Offline Reinforcement Learning (ORL) holds immense promise for safety-critical domains like industrial robotics, where real-time environmental interaction is often prohibitive. A primary obstacle in ORL remains the distributional shift between the static dataset and the learned policy, which typically mandates high degrees of conservatism that can restrain potential policy improvements. We present MoReBRAC, a model-based framework that addresses this limitation through Uncertainty-Aware latent synthesis. Instead of relying solely on the fixed data, MoReBRAC utilizes a dual-recurrent world model to synthesize high-fidelity transitions that augment the training manifold. To ensure the reliability of this synthetic data, we implement a hierarchical uncertainty pipeline integrating Variational Autoencoder (VAE) manifold detection, model sensitivity analysis, and Monte Carlo (MC) dropout. This multi-layered filtering process guarantees that only transitions residing within high-confidence regions of the learned dynamics are utilized. Our results on D4RL Gym-MuJoCo benchmarks reveal significant performance gains, particularly in ``random'' and ``suboptimal'' data regimes. We further provide insights into the role of the VAE as a geometric anchor and discuss the distributional trade-offs encountered when learning from near-optimal datasets.

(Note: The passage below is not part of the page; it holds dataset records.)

describe('what would be lost is named, and refused unless it is given up', () => {
  const fields = (): LayoutInput['fields'] => [
    ...sevenFields('float64'),
    { name: 'warmth', type: 'float32' },
  ];
  const layout = () =>
    putLayout(folder, {
      headerBytes: 16,
      header: [
        { name: 'time', type: 'float64', offset: 0 },
        { name: 'step', type: 'int32', offset: 8 },
      ],
      fields: fields(),
    });
  const source = () =>
    put(
      folder,
      'a.raw',
      Buffer.concat([
        ...[f64('little', 1.5), i32('little', 12, 0)],
        ...bodies(3).flatMap((row) => [f64('little', ...row), f32('little', 1)]),
      ]),
    );

  it('fields and items of the header that no column of ours takes', async () => {
    const options = { read: { layout: await layout() } };
    const from = await source();
    await writeFile(at('b.arrow'), 'old');
    const fails = convertSnapshot(from, at('b.arrow'), options);
    await expect(fails).rejects.toMatchObject({
      code: 'input.wouldBeLost',
      message: expect.stringMatching(/field "warmth".*header "step"/) as string,
      remedy: expect.stringContaining('--drop warmth,step') as string,
    });
    expect(await readFile(at('b.arrow'), 'utf8')).toBe('old');
    const drop = ['warmth', 'step'];
    const half = convertSnapshot(from, at('b.arrow'), { ...options, drop: ['step'] });
    await expect(half).rejects.toMatchObject({ code: 'input.wouldBeLost' });
    const done = await convertSnapshot(from, at('b.arrow'), { ...options, drop });
    expect(done.dropped).toEqual(drop);
    expect((await table('b.arrow')).schema.metadata.get('settlemark.time')).toBe('1.5');
  });

  it('columns and facts that the layout to write does not hold', async () => {
    const toLayout = await putLayout(folder, { fields: sevenFields('float64') }, 'seven.json');
    const from = join(FIXTURES, 'polars-lz4.arrow');
    const fails = convertSnapshot(from, at('b.bin'), { toLayout });
    await expect(fails).rejects.toMatchObject({
      code: 'input.wouldBeLost',
      remedy: expect.stringContaining('--drop id,component') as string,
    });
    const drop = ['id', 'component'];
    const done = await convertSnapshot(from, at('b.bin'), { toLayout, drop });
    expect([...done.dropped].sort()).toEqual([...drop].sort());
    expect((await stat(at('b.bin'))).size).toBe(37 * 56);
    expect(EXPECTED_COMPONENT).toHaveLength(37);
  });

  it('a time that the layout to write does not hold', async () => {
    const toLayout = await putLayout(folder, { fields: sevenFields('float64') }, 'seven.json');
    const read = { layout: await layout() };
    const drop = ['warmth', 'step'];
    const fails = convertSnapshot(await source(), at('b.bin'), { read, toLayout, drop });
    await expect(fails).rejects.toMatchObject({
      code: 'input.wouldBeLost',
      message: expect.stringContaining('the time 1.5') as string,
    });
    const all = { read, toLayout, drop: [...drop, 'time'] };
    await convertSnapshot(at('a.raw'), at('b.bin'), all);
    expect(await readFile(at('b.bin'))).toEqual(f64('little', ...bodies(3).flat()));
  });

  it.each([
    ['warmt', 'Did you mean "warmth"?'],
    ['tame', 'Did you mean "time"?'],
    ['velocity', 'Leave it out of --drop.'],
    ['id', 'Leave it out of --drop.'],
  ])('--drop %s, which is not there', async (name, remedy) => {
    const options = { read: { layout: await layout() }, drop: [name] };
    const fails = convertSnapshot(await source(), at('b.arrow'), options);
    await expect(fails).rejects.toMatchObject({ code: 'usage.unknownField', remedy });
  });

  it('binary digits, unless rounding is allowed; identifiers never', async () => {
    const toLayout = await putLayout(folder, { fields: sevenFields('float32') }, 'single.json');
    const values = bodies(3).flat();
    values[8] = 0.1; // x of body 1
    const from = await put(folder, 'a.bin', f64('little', ...values));
    const fails = convertSnapshot(from, at('b.bin'), { toLayout });
    await expect(fails).rejects.toMatchObject({
      code: 'input.wouldBeRounded',
      message: expect.stringContaining('1 body: body 1 has 0.1') as string,
    });
    expect((await readdir(folder)).sort()).toEqual(['a.bin', 'single.json']);
    const { rounded } = await convertSnapshot(from, at('b.bin'), { toLayout, round: true });
    expect(rounded).toMatchObject([{ column: 'x', bodies: 1, first: { body: 1, from: '0.1' } }]);
    const ids = await putLayout(
      folder,
      { fields: [...sevenFields('float64'), { name: 'id', type: 'float32' }] },
      'ids.json',
    );
    // 2^53 + 1 … needs 54 digits.
    const options = { toLayout: ids, round: true, drop: ['component'] };
    const polars = join(FIXTURES, 'polars-lz4.arrow');
    await expect(convertSnapshot(polars, at('c.bin'), options)).rejects.toMatchObject({
      code: 'input.wouldBeRounded',
      remedy: expect.not.stringContaining('--round') as string,
    });
  });
});

describe('targets that are refused', () => {
  it.each(['itself', 'a hard link', 'a symbolic link'])('%s', async (kind) => {
    const bytes = f64('little', ...bodies(3).flat());
    const from = await put(folder, 'a.bin', bytes);
    const to = kind === 'itself' ? from : at('other.bin');
    if (kind === 'a hard link') await link(from, to);
    if (kind === 'a symbolic link') await symlink(from, to);
    const fails = convertSnapshot(from, to, { precision: 'float32' });
    await expect(fails).rejects.toMatchObject({ code: 'usage.convertTarget' });
    expect(await readFile(from)).toEqual(bytes);
  });

  it.each(['-', '/dev/null'])('%s', async (to) => {
    const from = await put(folder, 'a.bin', f64('little', ...bodies(3).flat()));
    const fails = convertSnapshot(from, to, { format: 'raw' });
    await expect(fails).rejects.toMatchObject({ code: 'usage.convertTarget' });
  });

  it('a part of the snapshot; all parts together are taken', async () => {
    const layout = await putLayout(folder, {
      parts: 'p{part}.bin',
      fields: sevenFields('float64'),
    });
    const [one, two] = [bodies(5).slice(0, 2), bodies(5).slice(2)];
    const from = await put(folder, 'p0.bin', f64('little', ...one.flat()));
    await put(folder, 'p1.bin', f64('little', ...two.flat()));
    const fails = convertSnapshot(from, at('p1.bin'), { read: { layout }, format: 'raw' });
    await expect(fails).rejects.toMatchObject({ code: 'usage.convertTarget' });
    await convertSnapshot(from, at('all.arrow'), { read: { layout } });
    expect((await columnsIn('all.arrow'))['x']).toEqual(bodies(5).map(([, x]) => x));
    const back = convertSnapshot(at('all.arrow'), at('q0.bin'), { toLayout: layout });
    await expect(back).rejects.toMatchObject({ code: 'input.layoutUnsupported' });
  });

  it('one whose own layout is there and another', async () => {
    const from = await put(folder, 'a.bin', f64('little', ...bodies(3).flat()));
    await putLayout(folder, { fields: sevenFields('float32') }, 'b.layout.json');
    const read = { layout: await putLayout(folder, { fields: sevenFields('float64') }, 'a.json') };
    const fails = convertSnapshot(from, at('b.bin'), { read });
    await expect(fails).rejects.toMatchObject({ code: 'usage.layoutExists' });
    expect((await readdir(folder)).includes('b.bin')).toBe(false);
  });

  it.each([
    ['usage.format', 'b.out', {}],
    ['usage.convertOption', 'b.arrow', { format: 'arrow', toLayout: 'x.json' }],
    ['usage.convertOption', 'b.bin', { precision: 'float32', toLayout: 'x.json' }],
    ['input.layoutNotFound', 'b.bin', { toLayout: 'x.json' }],
    ['input.cannotWrite', 'no/such/b.bin', {}],
  ] as const)('%s: %s %j', async (code, to, options) => {
    const from = await put(folder, 'a.bin', f64('little', ...bodies(3).flat()));
    await expect(convertSnapshot(from, at(to), options)).rejects.toMatchObject({ code });
  });
});
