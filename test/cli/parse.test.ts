import { describe, expect, it } from 'vitest';
import { listOf, numberOf, vectorOf, wholeOf } from '../../src/cli/parse.ts';

describe('values of options', () => {
  it('reads numbers as people write them', () => {
    expect(numberOf('--gravity')('4.30091727e-3')).toBe(4.30091727e-3);
    expect(wholeOf('--count', 1)('1e6')).toBe(1_000_000);
    expect(wholeOf('--count', 1)('100_000')).toBe(100_000);
    expect(listOf('--fractions')('0.1, 0.5')).toEqual([0.1, 0.5]);
    expect(vectorOf('--offset')('-1,0,2.5')).toEqual([-1, 0, 2.5]);
  });

  it.each([
    ['--gravity', () => numberOf('--gravity')('1,5')],
    ['--gravity', () => numberOf('--gravity')('')],
    ['--gravity', () => numberOf('--gravity')('Infinity')],
    ['--gravity', () => numberOf('--gravity')('1 km')],
    ['--count', () => wholeOf('--count', 1)('0')],
    ['--count', () => wholeOf('--count', 1)('1.5')],
    ['--count', () => wholeOf('--count', 1)('_5')],
    ['--fractions', () => listOf('--fractions')('0.1,,0.5')],
    ['--offset', () => vectorOf('--offset')('1,2')],
  ])('refuses what is not a value of %s', (option, parse) => {
    expect(parse).toThrow(
      expect.objectContaining({
        code: 'usage.value',
        message: expect.stringContaining(option) as string,
        remedy: expect.stringMatching(/^Write it as/) as string,
      }),
    );
  });
});
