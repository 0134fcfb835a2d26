/** The numbers that the decision rule is made of. They were calibrated together: see docs/settling.md. */

/** Two-sided 0.1 % points of Student's t for m block means, m − 2 degrees of freedom. Source: tables of Student's t. */
const STUDENT = new Map([
  [5, 12.92398],
  [6, 8.6103],
  [7, 6.86883],
  [8, 5.95882],
  [9, 5.40788],
  [10, 5.04131],
]);

export const FEWEST_BLOCKS = 5;
export const MOST_BLOCKS = 10;

export function studentPoint(blocks: number): number {
  const point = STUDENT.get(blocks);
  if (point === undefined) throw new RangeError(`no point for ${blocks} blocks`);
  return point;
}

/** All times in crossing times. */
export const LIMITS = {
  /** Fewest snapshots, and spans below which nothing or only a fast collapse is told. */
  snapshots: 20,
  span: 2,
  settledSpan: 6,
  /** A run inside its noise from the first snapshot needs no more than this. */
  quietSpan: 4,
  /** What is kept after the cut must last so long and have so many snapshots. */
  tail: 4,
  tailSnapshots: 10,
  /** Least deviations that count as a transient: of the ratio, of ln r. */
  floorRatio: 0.01,
  floorRadius: 0.02,
  /** Least changes over the window that count as a trend: ratio, ln r_h or ln r_v, ln r_10. */
  trendRatio: 0.02,
  trendRadius: 0.03,
  trendInner: 0.06,
  /** Running median of |E − E_0|/|E_0| above which a run is broken. */
  energy: 0.02,
  /** Waves: least amplitude, share of the variance, phase agreement of the halves, cycles. */
  wave: 0.03,
  waveShare: 0.6,
  waveAgreement: 0.7,
  waveCycles: 2,
  /** Steps: F statistic of two levels, and robust σ that the end may leave the rest by. */
  stepF: 40,
  endSigma: 4,
  /** Block length that makes block means nearly independent. */
  block: 1.5,
  /** Cut beyond this share of the span: no end of the transient was found. */
  capped: 0.62,
  /** |d ln r/dt| t_rh of encounters. */
  relaxingLeast: 0.005,
  relaxingMost: 2,
  /** |Δ ln M| of all bodies above which encounters are not what moves the radii. */
  massChange: 0.02,
  /** Scatter of the ratio over realisations, times √N: the floor where a run's own noise is not known. */
  noiseRatio: 0.8,
} as const;
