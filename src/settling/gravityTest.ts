/** The gravity test: which G, or which softening, would balance a run that stays as it is but off 1. */
import { knownGravityNear } from '../dynamics/knownGravity.ts';
import type { MeasureRecord } from '../dynamics/record.ts';
import type { Remark } from '../snapshot/particles.ts';
import { average, median } from './blocks.ts';

export interface ImpliedGravity {
  /** G that the motions ask for, and 1σ of it. */
  readonly gravity: number;
  readonly error: number;
  /** The same over the G that was used. */
  readonly factor: number;
}

const BLOCKS = 6;
/** Snapshots that a block needs for its time averages. */
const LEAST_A_BLOCK = 3;
/** The half-mass radius of a system that stays changes no more than this from block to block. */
const STAYS = 0.3;
/** Times r_h/σ that a run must last: some three crossing times of a system at rest. */
const LEAST_SPAN = 5;

/**
 * G from the Lagrange–Jacobi identity over time, (İ₂ − İ₁)/(2Δt) = 2⟨T⟩ + ⟨W⟩: as W goes with G, it is
 * G (2⟨T⟩ − (İ₂ − İ₁)/(2Δt))/|⟨W⟩|. Exact for any isolated system, escapers and waves included, so that what
 * is left must be G, the unit, or the form of the force. All bodies count. The error is that of the mean
 * over six stretches of time, each with its own end terms, and the measured error of W.
 *
 * @param records - of one run, in order of time, each with a time
 * @returns null if there is nothing to tell: too few snapshots, some of the bodies only, bodies that come
 *   and go, a system that does not stay as it is (half-mass radii of six stretches within 30 %) for five
 *   times r_h/σ; none of these needs G
 * Source: the identity is Jacobi's (1843, Vorlesungen über Dynamik, from memory)
 */
export function impliedGravity(records: readonly MeasureRecord[]): ImpliedGravity | null {
  if (records.length < BLOCKS * LEAST_A_BLOCK + 1) return null;
  const [first] = records;
  const { gravity } = first.settings;
  const isOneSystem = records.every(
    ({ whole, settings, selection, external }) =>
      selection === undefined &&
      external === undefined &&
      whole.particles === first.whole.particles &&
      Math.abs(whole.mass / first.whole.mass - 1) < 1e-9 &&
      settings.gravity.value === gravity.value &&
      whole.clausius < 0,
  );
  if (!isOneSystem || !stays(records)) return null;
  const factors = Float64Array.from(blocksOf(records), factorOf);
  const factor = factorOf(records);
  const level = average(factors);
  const squares = factors.reduce((sum, value) => sum + (value - level) ** 2, 0);
  const scatter = Math.sqrt(squares / (BLOCKS - 1) / BLOCKS);
  const ofW = median(records.map(({ whole }) => whole.clausiusError / -whole.clausius));
  const error = Math.hypot(scatter, factor * ofW);
  if (!(factor > 0) || !Number.isFinite(error)) return null;
  return { gravity: gravity.value * factor, error: gravity.value * error, factor };
}

/** Stretches of the run; the last snapshot of one is the first of the next. */
function blocksOf(records: readonly MeasureRecord[]): MeasureRecord[][] {
  const edge = (b: number) => Math.floor((b * (records.length - 1)) / BLOCKS);
  return Array.from({ length: BLOCKS }, (_, b) => records.slice(edge(b), edge(b + 1) + 1));
}

/** Whether the half-mass radius stays, for long enough by the speeds that the bodies have. */
function stays(records: readonly MeasureRecord[]): boolean {
  const radii = blocksOf(records).map((block) =>
    median(block.map(({ halfMassRadius }) => halfMassRadius)),
  );
  const typical = median(radii);
  const speed = median(records.map(({ velocityDispersion }) => velocityDispersion));
  const [from, to] = [timeOf(records[0]), timeOf(records[records.length - 1])];
  const range = Math.max(...radii) - Math.min(...radii);
  return typical > 0 && range < STAYS * typical && (to - from) * speed > LEAST_SPAN * typical;
}

const timeOf = ({ time }: MeasureRecord): number => time ?? NaN;

function factorOf(records: readonly MeasureRecord[]): number {
  let kinetic = 0;
  let clausius = 0;
  for (let k = 1; k < records.length; k++) {
    const [a, b] = [records[k - 1], records[k]];
    const half = (timeOf(b) - timeOf(a)) / 2;
    kinetic += half * (a.whole.kinetic + b.whole.kinetic);
    clausius += half * (a.whole.clausius + b.whole.clausius);
  }
  const ends = records[records.length - 1].momentOfInertiaRate - records[0].momentOfInertiaRate;
  return (2 * kinetic - ends / 2) / -clausius;
}

/** How far from 1 the factor must be to be told: this, and so many of its σ. */
const OFF = 0.03;
const SIGMAS = 4;

/** A remark on a G that is off; none if it is not. */
export function gravityTest(records: readonly MeasureRecord[]): Remark[] {
  const implied = impliedGravity(records);
  if (implied === null) return [];
  const { gravity, error, factor } = implied;
  const used = records[0].settings.gravity.value;
  if (Math.abs(factor - 1) <= Math.max(OFF, (SIGMAS * error) / used)) return [];
  const known = knownGravityNear(gravity, error / gravity);
  const length = known === null ? softeningFor(records, factor) : null;
  const softening =
    length === null
      ? ''
      : ` With the G that was used, a Plummer-equivalent softening length of about ${short(length, 2)} would do it in a Plummer sphere of this half-mass radius.`;
  return [
    {
      code: 'gravityTest',
      text: `The system stays as it is, and its motions ask for G = ${figure(gravity, error)}${known ? `, that of ${known.words}` : ''}, where G = ${short(used, 6)} was used.${softening}`,
      remedy: known
        ? `If these are the units of the run, measure again with ${known.remedy}.`
        : `Check --units and --gravity, the scales of masses, lengths and velocities, the softening, and whether all bodies and external forces are there.`,
    },
  ];
}

/**
 * |W| of a Plummer sphere with Plummer softening, over that without, by the softening length in half-mass
 * radii. Source: own direct sums over 16,000 bodies; a test sums again.
 */
export const SOFTENED_CLAUSIUS: readonly (readonly [length: number, share: number])[] = [
  [0, 1],
  [0.01, 0.999],
  [0.02, 0.9965],
  [0.05, 0.9842],
  [0.1, 0.9535],
  [0.2, 0.8764],
  [0.3, 0.7949],
  [0.5, 0.646],
  [0.75, 0.499],
  [1, 0.3904],
];

/** The softening length that makes |W| `factor` times what it was, or null if none up to r_h does. */
function softeningFor(records: readonly MeasureRecord[], factor: number): number | null {
  const radius = median(records.map(({ halfMassRadius }) => halfMassRadius));
  const { length } = records[0].settings.softening.value;
  const lengths = SOFTENED_CLAUSIUS.map(([x]) => x);
  const shares = SOFTENED_CLAUSIUS.map(([, share]) => share);
  const now = between(lengths, shares, length / radius);
  const wanted = now === null ? null : factor * now;
  // Shares fall with the length: turned round they grow.
  const found =
    wanted === null
      ? null
      : between(
          shares.map((share) => -share),
          lengths,
          -wanted,
        );
  return found === null ? null : found * radius;
}

/** Linear interpolation in a table whose first column grows; null outside. */
function between(x: readonly number[], y: readonly number[], at: number): number | null {
  for (let k = 1; k < x.length; k++) {
    if (at < x[k - 1] || at > x[k]) continue;
    return y[k - 1] + ((at - x[k - 1]) / (x[k] - x[k - 1])) * (y[k] - y[k - 1]);
  }
  return null;
}

function short(value: number, digits: number): string {
  return String(Number(value.toPrecision(digits)));
}

/** `0.004301 ± 0.000012` */
function figure(value: number, error: number): string {
  const digits = Math.ceil(Math.log10(Math.abs(value) / error)) + 2;
  return `${short(value, Math.min(7, Math.max(2, digits)))} ± ${short(error, 2)}`;
}
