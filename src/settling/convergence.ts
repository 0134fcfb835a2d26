/** How far in a run is relaxed by the noise of its own bodies. */
import type { MeasureRecord } from '../dynamics/record.ts';
import { radiiOf, type SetName } from './series.ts';

/** Share of the span that the local relaxation time must exceed. Source: Power et al. 2003, MNRAS 338, 14. */
export const CONVERGED = 0.6;

/**
 * Relaxation time inside a radius, N/(8 ln N) times the period of a circular orbit there, N the bodies
 * inside. Source: Power et al. 2003, MNRAS 338, 14, eq. 20 (with Binney & Tremaine); over the period
 * at a mean density of 200 times the critical one it is √200/8 N/ln N (ρ̄/ρ_crit)^−½.
 * @param mass - inside the radius
 */
export function relaxationInside(
  bodies: number,
  mass: number,
  radius: number,
  gravity: number,
): number {
  const period = 2 * Math.PI * Math.sqrt(radius ** 3 / (gravity * mass));
  return (bodies / (8 * Math.log(bodies))) * period;
}

/**
 * The convergence radius: inside it the relaxation time is less than 0.6 of the span. Between Lagrangian
 * radii by a straight line in logarithms. Null if it lies inside the innermost of them, or outside the
 * outermost, where the bodies are too few to say.
 */
export function convergenceRadius(
  record: MeasureRecord,
  set: SetName,
  span: number,
): { readonly radius: number | null; readonly isThroughout: boolean } {
  const { fractions, radii } = radiiOf(record, set);
  const { mass } = set === 'bound' ? record.bound : record.whole;
  const gravity = record.settings.gravity.value;
  const share = mass / record.whole.mass;
  const points = fractions.flatMap((fraction, k) => {
    const radius = radii[k];
    const bodies = fraction * share * record.effectiveNumber;
    if (radius === null || radius === undefined || !(radius > 0) || !(bodies > Math.E)) return [];
    const time = relaxationInside(bodies, fraction * mass, radius, gravity);
    return [{ radius: Math.log(radius), excess: Math.log(time / (CONVERGED * span)) }];
  });
  const first = points.findIndex(({ excess }) => excess >= 0);
  if (points.length === 0 || first === 0) return { radius: null, isThroughout: false };
  if (first < 0) return { radius: null, isThroughout: true };
  const [a, b] = [points[first - 1], points[first]];
  const part = -a.excess / (b.excess - a.excess);
  return { radius: Math.exp(a.radius + part * (b.radius - a.radius)), isThroughout: false };
}
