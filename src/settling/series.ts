/** Records → the track that the rule judges: which bodies, which ratio, in which unit of time. */
import type { Balance, LagrangianRadii, MeasureRecord } from '../dynamics/record.ts';
import type { Remark } from '../snapshot/particles.ts';
import { median } from './blocks.ts';
import type { Track } from './rule.ts';

export type SetName = 'whole' | 'bound' | 'pairsMerged';
export type RatioKind = 'virialRatio' | 'clausiusRatio';

export interface Series {
  /** Records that are judged, in order of time, one a time. */
  readonly records: readonly MeasureRecord[];
  readonly set: SetName;
  readonly ratio: RatioKind;
  /** Length of a crossing time [time]: the first snapshot's or the median of the second half, whichever is less. */
  readonly crossingTime: number;
  readonly track: Track;
  readonly remarks: readonly Remark[];
}

/** Share of the mass that is unbound above which the bound set is judged. */
const UNBOUND_SHARE = 0.01;

/** Records of known time in its order; of several at one time the last one given, as of a run that was restarted. */
export function inOrderOfTime(records: readonly MeasureRecord[]): {
  readonly ordered: MeasureRecord[];
  readonly remarks: Remark[];
} {
  const byTime = new Map<number, MeasureRecord>();
  let timeless = 0;
  let repeated = 0;
  for (const record of records) {
    if (record.time === null) timeless++;
    else {
      if (byTime.has(record.time)) repeated++;
      byTime.set(record.time, record);
    }
  }
  const remarks: Remark[] = [];
  if (timeless > 0) {
    remarks.push({
      code: 'timeUnknown',
      text: `${timeless} snapshot(s) do not say their time and are left out`,
      remedy: 'give times in the snapshots’ headers or metadata',
    });
  }
  if (repeated > 0) {
    remarks.push({
      code: 'timeRepeated',
      text: `${repeated} time(s) occur more than once, as after a restart; the later file is kept`,
      remedy: 'take the files of the abandoned part away if that is wrong',
    });
  }
  return { ordered: [...byTime.values()].sort((a, b) => (a.time ?? 0) - (b.time ?? 0)), remarks };
}

/**
 * The series of what can be judged, or null if fewer than two records have a time and figures.
 * The bound set is taken where more than 1 % of the mass is unbound at the end: escapers keep their
 * kinetic energy, and the ratio of all bodies then tells of imbalance where there is none.
 */
export function seriesOf(records: readonly MeasureRecord[]): Series | null {
  const { ordered, remarks } = inOrderOfTime(records);
  const last = ordered.at(-1);
  if (last === undefined) return null;
  const boundShare = last.bound.mass / last.whole.mass;
  // What has come apart is no remnant with escapers.
  const set: SetName =
    boundShare < 1 - UNBOUND_SHARE && boundShare > 0.5
      ? 'bound'
      : pairsRule(ordered)
        ? 'pairsMerged'
        : 'whole';
  const softened = ordered.some(({ settings }) => settings.softening.value.kernel !== 'none');
  const ratio: RatioKind = softened ? 'clausiusRatio' : 'virialRatio';
  const judged = ordered.filter(
    (record) =>
      (balanceOf(record, set)?.[ratio] ?? null) !== null &&
      record.crossingTime !== null &&
      (radiusOf(radiiOf(record, set), 0.5) ?? 0) > 0,
  );
  if (judged.length < 2) return null;
  const late = judged.slice(judged.length >> 1);
  const typical = median(late.map((record) => record.crossingTime as number));
  // A system that flies apart is judged by the time it had, not by the ever longer one that it has.
  const crossingTime = Math.min(judged[0].crossingTime as number, typical);
  const column = (of: (record: MeasureRecord) => number) => Float64Array.from(judged, of);
  const optional = (of: (record: MeasureRecord) => number | null): Float64Array | null => {
    const values = judged.map(of);
    return values.every((value) => value !== null && Number.isFinite(value))
      ? Float64Array.from(values as number[])
      : null;
  };
  const track: Track = {
    time: column((record) => (record.time as number) / crossingTime),
    ratio: column((record) => balanceOf(record, set)?.[ratio] as number),
    logHalf: column((record) => Math.log(radiusOf(radiiOf(record, set), 0.5) as number)),
    logInner: optional((record) => logOf(radiusOf(radiiOf(record, set), 0.1))),
    logVirial: optional((record) => logOf(virialRadiusOf(record, set))),
    energyError: energyErrors(judged),
    effectiveNumber: median(judged.map(({ effectiveNumber }) => effectiveNumber)),
    relaxationTime: relaxationOf(late, crossingTime),
    massChange: Math.abs(Math.log(judged[judged.length - 1].whole.mass / judged[0].whole.mass)),
  };
  return { records: judged, set, ratio, crossingTime, track, remarks };
}

/** The balance of a set; null where it was not measured. */
export const balanceOf = (record: MeasureRecord, set: SetName): Balance | null =>
  record[set] ?? null;

/** Energy of hard pairs over |U| above which they rule the ratio. */
const PAIRS_SHARE = 0.05;

/** Whether hard pairs were sought throughout, and have a share of U that is not small. */
function pairsRule(records: readonly MeasureRecord[]): boolean {
  const shares = records.map(({ pairsMerged, hardPairsEnergy, whole }) =>
    pairsMerged && typeof hardPairsEnergy === 'number'
      ? Math.abs(hardPairsEnergy / whole.potential)
      : null,
  );
  return (
    shares.every((share) => share !== null) && shares.some((share) => (share ?? 0) > PAIRS_SHARE)
  );
}

/** Radii are those of the bodies themselves, whether or not pairs count as one in the balance. */
export const radiiOf = (record: MeasureRecord, set: SetName): LagrangianRadii =>
  set === 'bound' ? record.boundLagrangian : record.lagrangian;

export function radiusOf({ fractions, radii }: LagrangianRadii, fraction: number): number | null {
  return radii[fractions.indexOf(fraction)] ?? null;
}

const logOf = (value: number | null): number | null =>
  value !== null && value > 0 ? Math.log(value) : null;

/** r_v = G M²/(2|U|) of the set: it needs no centre, so a centre that hops cannot spoil it. */
export function virialRadiusOf(
  { settings, ...record }: MeasureRecord,
  set: SetName,
): number | null {
  const { mass, potential } = record[set] ?? record.whole;
  return potential < 0 ? (settings.gravity.value * mass * mass) / (-2 * potential) : null;
}

function relaxationOf(late: readonly MeasureRecord[], crossingTime: number): number | null {
  const times = late.flatMap(({ relaxation }) => relaxation.time ?? []);
  return times.length > 0 ? median(times) / crossingTime : null;
}

/**
 * (E − E_0)/|E_0| of all bodies, or null where it may not be judged: without a stated softening or G the
 * potential may not be the run's own; with other bodies or mass it is another system.
 */
function energyErrors(records: readonly MeasureRecord[]): Float64Array | null {
  const [first] = records;
  const { particles, mass } = first.whole;
  const same = records.every(
    ({ whole }) => whole.particles === particles && Math.abs(whole.mass / mass - 1) < 1e-9,
  );
  const stated = records.every(({ settings }) => settings.softening.from !== 'default');
  // In a field from outside T + U alone is not kept.
  const alone = records.every(({ external }) => external === undefined);
  if (!same || !stated || !alone) return null;
  const start = first.whole.energy;
  const scale = Math.max(Math.abs(start), Math.abs(first.whole.potential) / 4);
  return Float64Array.from(records, ({ whole }) => (whole.energy - start) / scale);
}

翻译：离线强化学习（ORL）在工业机器人等安全关键领域具有巨大潜力，因为这些领域通常无法进行实时环境交互。ORL的主要障碍仍然是静态数据集与学习策略之间的分布偏移，这通常要求高度保守的策略，从而限制了策略的潜在改进。我们提出了MoReBRAC，这是一个基于模型的框架，通过不确定性感知的潜在合成来解决这一限制。MoReBRAC不仅依赖固定数据，还利用双循环世界模型合成高保真转移，以扩展训练流形。为确保合成数据的可靠性，我们实现了一个分层不确定性管道，集成了变分自编码器（VAE）流形检测、模型敏感性分析和蒙特卡洛（MC）丢弃法。这种多层过滤过程保证了仅使用位于学习动态高置信区域的转移。我们在D4RL Gym-MuJoCo基准测试上的结果显示出了显著的性能提升，尤其是在“随机”和“次优”数据机制中。我们进一步深入探讨了VAE作为几何锚点的作用，并讨论了从接近最优数据集中学习时遇到的分布权衡。